In DeKosky’s lab, in collaboration with researchers at the National Institutes of Health (NIH) Vaccine Research Center and UT-Austin, they have developed an antibody screen that is as fast as traditional methods but better reflects natural human immunity.¹

“Each B cell has its own unique antibody, made up of light and heavy chain proteins encoded by two separate genes that sit on different chromosomes,” explains DeKosky. “It is like having all of the even-numbered pages of a book in one part of the cell and the odd numbers in another part. To read the whole story, you need to connect the even and odd pages together.”
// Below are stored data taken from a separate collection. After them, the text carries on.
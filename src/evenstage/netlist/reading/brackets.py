"""Cards that open and close definitions, read without Lark where they are simple."""

from __future__ import annotations

import re
from functools import cache
from typing import Final

from evenstage.netlist.grammar import ENCODING, terminal
from evenstage.netlist.reading.shapes import BETWEEN, BETWEEN_WORDS, END, possessive
from evenstage.netlist.reading.statement import Mark, Statement

_WORD: Final = re.compile(rb"[^\x00-\x20,]++")


def plain_bracket(text: bytes, position: int) -> Statement | None:
    """Return a ``.subckt`` or ``.ends`` card of words and plain parameters, or None for others.

    A large hierarchy has thousands of them, and Lark takes as long for each as for fifty cards of a
    known shape.

    Parameters
    ----------
    text : bytes
        Canonical text.
    position : int
        Where the card begins.
    """
    match = _brackets().match(text, position)
    if match is None:
        return None
    kind = "ends" if match["definition"] is None else "definition"
    words = [word.span() for word in _WORD.finditer(text, *match.span(kind))]
    terminals = ["SUBCKT" if kind == "definition" else "ENDS", *["WORD"] * (len(words) - 1)]
    marks = [Mark(t, *span) for t, span in zip(terminals, words, strict=True)]
    for pair in _pair().finditer(text, *match.span("pairs")):
        marks += (Mark(t, *pair.span(t)) for t in ("WORD", "EQUAL", "VALUE"))
    return Statement(kind, tuple(marks))


@cache
def _brackets() -> re.Pattern[bytes]:
    word = f"{BETWEEN_WORDS}{possessive('WORD')}(?!{BETWEEN}=)"
    pair = f"{BETWEEN_WORDS}{possessive('WORD')}{BETWEEN}={BETWEEN}{possessive('VALUE')}"
    definition = f"(?P<definition>{terminal('SUBCKT')}(?:{word})++)(?P<pairs>(?:{pair})*+)"
    ends = f"(?P<ends>{terminal('ENDS')}(?:{word})?+)"
    return re.compile(f"(?:{definition}|{ends}){END}".encode(ENCODING))


@cache
def _pair() -> re.Pattern[bytes]:
    word, value = possessive("WORD"), possessive("VALUE")
    pair = f"(?P<WORD>{word}){BETWEEN}(?P<EQUAL>=){BETWEEN}(?P<VALUE>{value})"
    return re.compile(pair.encode(ENCODING))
During his PhD in the lab of George Georgiou, DeKosky developed a way of linking the light and heavy chains together so they could be sequenced, and now they have built this into a screening method. The linked naturally occurring antibody polypeptides are cloned into yeast display vectors and then used as a library to screen against antigens. Previous efforts in antibody discovery either relied on single-cell cloning, which had high costs and was limited to only screening for a tiny fraction of all human antibodies. Other methods have linked non-natural pairings of antibody genes, but these have limitations, too.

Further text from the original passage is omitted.